FLORES-MARTÍN, JÉSICA; RENA VIVIANA; RIDANO, MAGALÍ; PANZETTA-DUTARI GRACIELA; GENTI DE RAIMONDI SUSANA

Santiago de Chile

Congreso; IFPA meeting 2010; 2010

International Federation Placenta Associations

StarD7 is a member of the START-domain protein family whose function remains poorly defined.We have recently reported that StarD7 is partially relocated from the cytoplasm to the plasma membrane during in vitro cytotrophoblast differentiation into syncytiotrophoblast. Furthermore, we have shown that ß-catenin activates human StarD7 expression through Wnt/ß-catenin signaling.

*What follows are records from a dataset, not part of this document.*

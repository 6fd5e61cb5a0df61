"""The declaration of every key a site file accepts: :data:`SECTIONS`.

Each key is one field object of :mod:`notchkit.site.fields` (its kind, range,
meaning and documented default). The reader walks a file against this
declaration, :func:`notchkit.site.schema.site_schema` turns it into the JSON
Schema and docs/site-format.md documents it (tests keep the three equal).
"""

from __future__ import annotations

import dataclasses
from typing import Any

from notchkit.site import model as m
from notchkit.site.fields import (
    FREQ,
    TABLE_FREQ,
    BandField,
    BandsField,
    CableField,
    ChoiceField,
    Field,
    FreqsField,
    ListField,
    NameField,
    NamesField,
    Num,
    NumberField,
    PairField,
    SectionField,
    TableField,
    TextField,
)

_FREQ = FREQ
_TABLE_FREQ = TABLE_FREQ
_POWER = Num(lo=0.0, hi=100_000.0, unit="W", lo_open=True)
_BW = Num(lo=0.0, hi=50_000.0, unit="kHz", lo_open=True)
_XY = Num(lo=-10_000.0, hi=10_000.0, unit="m", length_unit_m=1.0)
_HEIGHT = Num(lo=0.0, hi=1_000.0, unit="m", length_unit_m=1.0)
_FEED_LEN = Num(lo=0.0, hi=2_000.0, unit="m", lo_open=True, length_unit_m=1.0)


def _d(cls: type, name: str) -> Any:
    """The default of a model field, for the documentation and schema."""
    for f in dataclasses.fields(cls):
        if f.name == name:
            return None if f.default is dataclasses.MISSING else f.default
    raise KeyError(name)


_FREQ_FIELDS = {
    "freq_mhz": FreqsField(
        num=_FREQ,
        doc="Channel frequency in MHz, or a list of channels worked one at a time.",
    ),
    "band_mhz": BandsField(
        num=_FREQ,
        doc="[lo, hi] in MHz for a radio that tunes across a band (instead of freq_mhz), "
        "or a list of such bands worked one at a time.",
    ),
}
_OFFSET = Num(lo=0.0001, hi=10_000.0, unit="MHz")
_REJ_DB = Num(lo=0.0, hi=200.0, unit="dB")

_TX_FIELDS = {
    "power_w": NumberField(num=_POWER, required=True, doc="Carrier power in watts."),
    "bandwidth_khz": NumberField(
        num=_BW,
        default=_d(m.Transmit, "bandwidth_khz"),
        doc="Occupied channel bandwidth in kHz.",
    ),
    "harmonic_suppression_dbc": NumberField(
        num=Num(lo=0.0, hi=150.0, unit="dB", lo_open=True),
        default=None,
        doc="Harmonic and spurious suppression below the carrier in dB (positive); "
        "default: the published amateur spurious-emission limit.",
    ),
    "noise_dbc_hz": NumberField(
        num=Num(lo=-200.0, hi=-50.0, unit="dBc/Hz"),
        default=None,
        doc="Broadband transmitter noise away from the carrier in dBc/Hz (negative); "
        "default: not evaluated.",
    ),
    "im_conversion_db": NumberField(
        num=Num(lo=0.0, hi=60.0, unit="dB"),
        default=None,
        doc="Conversion loss of the output stage for intermodulation in dB; "
        "default: the survey's documented value.",
    ),
    "im_order_step_db": NumberField(
        num=Num(lo=0.0, hi=30.0, unit="dB"),
        default=None,
        doc="Extra conversion loss per order away from 3rd in dB; default: the survey's value.",
    ),
}
_RX_FIELDS = {
    "bandwidth_khz": NumberField(
        num=_BW,
        default=_d(m.Receive, "bandwidth_khz"),
        doc="Receiver channel bandwidth in kHz.",
    ),
    "sensitivity_dbm": NumberField(
        num=Num(lo=-170.0, hi=0.0, unit="dBm"),
        default=None,
        doc="Level an interfering product must stay below, in dBm; "
        "default: kTB + noise figure over the bandwidth.",
    ),
    "blocking_dbm": NumberField(
        num=Num(lo=-120.0, hi=30.0, unit="dBm"),
        default=None,
        doc="Off-channel level that desensitises the receiver, in dBm; default: the survey's value.",
    ),
    "noise_figure_db": NumberField(
        num=Num(lo=0.0, hi=30.0, unit="dB"),
        default=_d(m.Receive, "noise_figure_db"),
        doc="Receiver noise figure in dB.",
    ),
    "iip2_dbm": NumberField(
        num=Num(lo=-60.0, hi=120.0, unit="dBm"),
        default=None,
        doc="Input 2nd-order intercept point in dBm; default: from receiver_class.",
    ),
    "iip3_dbm": NumberField(
        num=Num(lo=-60.0, hi=80.0, unit="dBm"),
        default=None,
        doc="Input 3rd-order intercept point in dBm; default: from receiver_class.",
    ),
    "receiver_class": ChoiceField(
        choices=m.RECEIVER_CLASSES,
        default=None,
        doc="Receiver class: hf (HF transceiver with band filters), base or mobile (VHF/UHF FM), "
        "scanner (no front-end filter); gives documented blocking by offset and intercept points; "
        f"default: none (the flat blocking level; intercept points of {m.DEFAULT_RECEIVER_CLASS}).",
    ),
    "selectivity": TableField(
        cols=(("offset_mhz", _OFFSET), ("blocking_dbm", Num(lo=-150.0, hi=40.0, unit="dBm"))),
        default=(),
        doc="Blocking level by offset from the band edge as [offset_mhz, blocking_dbm] rows, "
        "rising offset; default: the class's table, else the flat blocking level.",
    ),
    "band_noise_dbm": NumberField(
        num=Num(lo=-200.0, hi=0.0, unit="dBm"),
        default=None,
        doc="Band noise at the receiver input in its bandwidth, in dBm; the floor for noise "
        "threats when above kTB + NF; default: none.",
    ),
}
_RADIO_COMMON = {
    "antenna": SectionField(section="antenna", doc="Where the radio's antenna is."),
    "feedline": SectionField(section="feedline", doc="Cable from the radio to its antenna."
    ),
    "stub_cable": CableField(
        default=None,
        doc="Cable for this radio's stubs; default: the site's cable.",
    ),
    "installed": ListField(
        section="installed",
        doc="Filters already in line at this radio (band-pass, duplexer, cavity, ...).",
    ),
    "load": SectionField(section="load", doc="The antenna's impedance (docs/hardware.md)."),
}
_NAME = NameField(
    required=True,
    doc="Unique name of the radio across transmitters, receivers and transceivers.",
)
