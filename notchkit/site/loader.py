"""Read a site file (YAML) into a :class:`~notchkit.site.model.Site`.

The file is parsed with PyYAML's safe loader only as far as the node tree
(``yaml.compose``); this module then walks the nodes itself, so every problem
carries the line and column where it sits and nothing but plain scalars, lists
and mappings is ever built. Every problem found is reported in one run (up to
:data:`MAX_PROBLEMS`), each as one line::

    FILE:LINE:COL: field.path: what is wrong (what is allowed)

The accepted keys, their types and ranges are declared once, in
:data:`SECTIONS`; :func:`site_schema` turns the same declaration into the JSON
Schema published as ``docs/site-schema.json`` (a test keeps the two equal).

Safety limits: a file over :data:`MAX_FILE_BYTES` is refused before it is
parsed; nesting deeper than :data:`MAX_DEPTH` and more than :data:`MAX_NODES`
values visited (counting every repeat through an alias) are refused, so an
alias bomb or a self-referring alias cannot use unbounded time or memory.
"""

from __future__ import annotations

import dataclasses
import difflib
import math
import os
import re
from dataclasses import dataclass
from typing import Any

import numpy as np
import yaml

from notchkit.errors import Problem, SiteError
from notchkit.site import model as m
from notchkit.textsafe import describe_char, unsafe_char

MAX_FILE_BYTES = 2 * 1024 * 1024
"""Largest site file read, in bytes (2 MiB); a real site file is a few kB."""
MAX_PROBLEMS = 50
"""Problems listed in one run; the rest are counted in a last line."""
MAX_DEPTH = 32
"""Deepest nesting of lists and mappings accepted (a site file needs 5)."""
MAX_NODES = 20_000
"""Most values visited, counting each repeat through an alias."""

_YAML = "tag:yaml.org,2002:"
_STR, _INT, _FLOAT, _BOOL, _NULL = (_YAML + t for t in ("str", "int", "float", "bool", "null"))
_MAP, _SEQ = _YAML + "map", _YAML + "seq"
_PLAIN_TAGS = frozenset({_STR, _INT, _FLOAT, _BOOL, _NULL, _MAP, _SEQ})

_LENGTH_UNITS_M = {"m": 1.0, "cm": 0.01, "mm": 0.001, "ft": 0.3048, "in": 0.0254}
"""Metres per unit; the foot and inch are exact by definition (international yard, 1959)."""
_NUMBER_TEXT = r"[-+]?(?:\d+(?:\.\d*)?|\.\d+)(?:[eE][-+]?\d+)?"
_FRACTION_TEXT = r"(?:\d+\s+)?\d+/\d+"
LENGTH_PATTERN = rf"^\s*(?:{_NUMBER_TEXT}|{_FRACTION_TEXT})\s*(?:m|cm|mm|ft|in)\s*$"
"""The text form of a length (also the JSON Schema pattern): a number and a unit,
e.g. ``"12 ft"``, ``"3.5 m"``, ``"1/16 in"``, ``"3 1/2 in"``."""
MAX_RADIOS = 256
"""Most radios (transmitters, receivers and transceivers together) in one site file."""
MAX_TRANSMITTERS = 229
"""Most transmitting radios: C(229, 3) = 1 975 354 three-transmitter combinations, the
largest count within :data:`MAX_IM_TRIPLES`."""
MAX_IM_TRIPLES = 2_000_000
"""Most three-transmitter intermodulation combinations the survey enumerates; checked
here, before any enumeration, so a huge site is one clear line, not a huge allocation."""
MAX_NUMBER_CHARS = 40
"""Longest text of one number (a float's repr is at most 24 characters); longer is refused
before it is converted (Python's int() of thousands of digits is slow or refused)."""
_LENGTH_RE = re.compile(rf"^\s*({_NUMBER_TEXT}|{_FRACTION_TEXT})\s*(m|cm|mm|ft|in)\s*$")
_NAME_RE = re.compile(r"^[A-Za-z0-9][A-Za-z0-9_.-]{0,39}$")
NAME_PATTERN = r"^[A-Za-z0-9][A-Za-z0-9_.-]{0,39}$"
_NAME_ALLOWED = "1-40 letters, digits, '-', '_' or '.', starting with a letter or digit"


# ---------------------------------------------------------------------------
# The declaration of every key
# ---------------------------------------------------------------------------


@dataclass(frozen=True, slots=True, kw_only=True)
class Num:
    """A number's range and unit.

    ``length_unit_m`` is set for lengths, which may also be written as text with
    a unit (``"12 ft"``): it is the size of the field's unit in metres.
    """

    lo: float
    hi: float
    unit: str = ""
    lo_open: bool = False
    integer: bool = False
    length_unit_m: float | None = None

    def allowed(self) -> str:
        unit = f" {self.unit}" if self.unit else ""
        kind = "a whole number" if self.integer else "a number"
        if self.lo_open:
            return f"{kind} greater than {self.lo:g} and at most {self.hi:g}{unit}"
        return f"{kind} from {self.lo:g} to {self.hi:g}{unit}"

    def contains(self, v: float) -> bool:
        low_ok = v > self.lo if self.lo_open else v >= self.lo
        return low_ok and v <= self.hi


@dataclass(frozen=True, slots=True, kw_only=True)
class Field:
    """One key of a section.

    ``kind`` is one of ``number``, ``text``, ``name``, ``cable``, ``band``,
    ``section`` (a nested mapping named by ``section``), ``list`` (a list of
    such mappings), ``pair`` (two radio names), ``table`` (rows of two numbers,
    rising in the first), ``freqs`` (a frequency or a list of channels),
    ``bands`` (a band or a list of bands), ``names`` (a list of radio names) or
    ``choice`` (one of ``choices``).
    ``default`` is for documentation only; the value objects in
    :mod:`notchkit.site.model` hold the defaults the program uses.
    """

    kind: str
    doc: str
    required: bool = False
    num: Num | None = None
    section: str = ""
    default: Any = None
    cols: tuple[tuple[str, Num], tuple[str, Num]] | None = None
    """The two columns of a ``table`` (name, range); ``None``: the cable loss table's."""
    choices: tuple[str, ...] = ()
    """The words a ``choice`` field accepts."""
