def test_progress_only_on_a_terminal(monkeypatch):
    import argparse
    import sys

    from notchkit.cli import design as cli_design

    monkeypatch.setattr(sys.stderr, "isatty", lambda: False, raising=False)
    assert cli_design._progress(argparse.Namespace(json=False)) is None
    monkeypatch.setattr(sys.stderr, "isatty", lambda: True, raising=False)
    assert cli_design._progress(argparse.Namespace(json=True)) is None
    assert callable(cli_design._progress(argparse.Namespace(json=False)))


def test_two_runs_give_identical_json(contest):
    again = design_request(**CONTEST, cable="RG-213")
    assert json.dumps(again.to_json(), sort_keys=True) == json.dumps(contest.to_json(), sort_keys=True)


def test_unmet_design_reports_best_achieved_and_advice(unmet):
    (fj,) = unmet.to_json()["filters"]
    assert fj["meets"] is False
    assert fj["notch"][0]["worst_attenuation_db"] < 60.0
    (short,) = [s for s in fj["shortfall"] if s["quantity"] == "attenuation"]
    assert short["missing_db"] == pytest.approx(60.0 - fj["notch"][0]["worst_attenuation_db"])
    assert any("lower-loss cable" in a for a in fj["advice"])  # RG-58 is the lossiest library cable


def test_design_request_refuses_bad_input():
    with pytest.raises(DesignError, match="outside 0.1-6000 MHz"):
        design_request([(14.0, 14.35)], [(7000.0, 7100.0)], cable="RG-213")
    with pytest.raises(DesignError, match="low edge must be below"):
        design_request([(14.35, 14.0)], [(7.0, 7.3)], cable="RG-213")
    with pytest.raises(CableError, match="not a known cable type"):
        design_request([(14.0, 14.35)], [(7.0, 7.3)], cable="RG-999")


# ---------------------------------------------------------------- Touchstone


def test_touchstone_files_read_back_with_scikit_rf(harmonic, tmp_path):
    (path,) = write_touchstones(harmonic, tmp_path / "out")
    net = skrf.Network(str(path))
    f = net.f
    assert f.min() <= 144e6 and f.max() >= 444e6
    fj = harmonic.to_json()["filters"][0]
    ref, _ = skrf_s21_db(fj, f, with_ceiling=False)  # the file is the filter itself, no leakage path
    assert np.max(np.abs(20 * np.log10(np.abs(net.s[:, 1, 0])) - ref)) < 0.01
    assert not [p for p in os.listdir(path.parent) if p.startswith(".notchkit-")]


# ---------------------------------------------------------------- the command


def test_cli_ad_hoc_meets_exit_0(capsys):
    code = main(["design", "--pass", "144-148", "--notch", "432-444:30", "--cable", "RG-213"])
    out, err = capsys.readouterr()
    assert code == 0
    assert "F1: ad-hoc filter on RG-213" in out
    assert "meets every requirement" in out
    assert "cut list:" in out and " in)" in out  # mm and inches
    assert err == ""


def test_cli_unmet_exit_1_with_best_achieved(capsys):
    code = main(["design", "--pass", "144-148", "--notch", "420-450:60", "--cable", "RG-58",
                 "--max-stubs", "1"])
    out, _ = capsys.readouterr()
    assert code == 1
    assert "DOES NOT MEET" in out
    assert "dB short" in out and "advice:" in out


def test_cli_json_is_json_and_nothing_else(capsys):
    code = main(["design", "--pass", "144-148", "--notch", "432-444:30", "--cable", "RG-213", "--json"])
    out, err = capsys.readouterr()
    assert code == 0 and err == ""
    doc = json.loads(out)
    assert doc["filters"][0]["meets"] is True
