@dataclass(frozen=True, slots=True, kw_only=True)
class Receive:
    """What a radio receives."""

    band: Band
    bandwidth_khz: float = DEFAULT_CHANNEL_BANDWIDTH_KHZ
    sensitivity_dbm: float | None = None
    """Level a product must stay below; ``None``: kTB + noise figure + bandwidth."""
    blocking_dbm: float | None = None
    """Off-channel level that desensitises the receiver; ``None``: survey default."""
    noise_figure_db: float = DEFAULT_NOISE_FIGURE_DB
    bands: tuple[Band, ...] = ()
    """Every band or channel the radio receives, one at a time (``band`` is the
    first); empty: ``band`` only."""
    iip2_dbm: float | None = None
    """Input 2nd-order intercept point, dBm; ``None``: from ``receiver_class``."""
    iip3_dbm: float | None = None
    """Input 3rd-order intercept point, dBm; ``None``: from ``receiver_class``."""
    receiver_class: str | None = None
    """Receiver class (:data:`RECEIVER_CLASSES`): its documented selectivity table and
    intercept points apply; ``None``: the flat blocking level and the intercept points
    of :data:`DEFAULT_RECEIVER_CLASS`."""
    selectivity: tuple[tuple[float, float], ...] = ()
    """(offset_mhz, blocking_dbm) rows: the off-channel level that starts to
    desensitise the receiver at that offset from its band edge; empty: the class's
    table, else the flat blocking level."""
    band_noise_dbm: float | None = None
    """Band (atmospheric, man-made) noise at the receiver input in its channel
    bandwidth, dBm; the floor for noise threats when above kTB + NF."""

    @property
    def choices(self) -> tuple[Band, ...]:
        return self.bands or (self.band,)


INSTALLED_PORTS = ("tx", "rx", "antenna")
"""Where an installed filter sits: the transmit path, the receive path, or the
antenna port shared by both."""
INSTALLED_KINDS = ("band-pass", "low-pass", "high-pass", "notch", "duplexer", "cavity", "preselector")


@dataclass(frozen=True, slots=True, kw_only=True)
class InstalledFilter:
    """A filter already in line at a radio (band-pass, duplexer, cavity, ...).

    Its rejection is a table of (freq_mhz, rejection_db) interpolated in dB against
    log frequency, or a measured two-port Touchstone file (-20 log10 |S21|).
    Outside the table or the measured range no rejection is credited.
    """

    name: str
    port: str = "antenna"
    kind: str = "band-pass"
    rejection: tuple[tuple[float, float], ...] = ()
    touchstone: str | None = None
    """Path of a measured .s2p (relative paths: from the site file's folder)."""
    for_band: Band | None = None
    """In line only while the radio works a band overlapping this one; ``None``: always."""


@dataclass(frozen=True, slots=True, kw_only=True)
class Scenario:
    """Radios that can be active at the same time."""

    name: str
    radios: tuple[str, ...]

Herein, to explore its function in JEG-3 cells StarD7 expression was down-regulated by siRNA. Silencing of StarD7 expression, confirmed by qRT-PCR and western blot, led to a marked decrease of ß-catenin, Cnx43, iNOS, MBD2, ABCG2 and TGFbRII mRNA levels, all of them associated with Wnt signalling. In contrast, expression of syncytial formation markers, such as b-hCG protein production and secretion, as well as b-hCG mRNA levels, was increased by StarD7 siRNA. In addition, fluorescent microscopy performed by immunostaining for desmoplakin suggested that there was a reduction of intercellular desmosomes between adjacent JEG-3 cells after knocking-down StarD7 expression. Whether this response is unique to this cell line is being currently investigating using other models such as BeWo and primary trophoblast cells. These findings indicate that the inhibition of StarD7 transcript level alters the expression of several critical genes suggesting that it may play a role in placental development.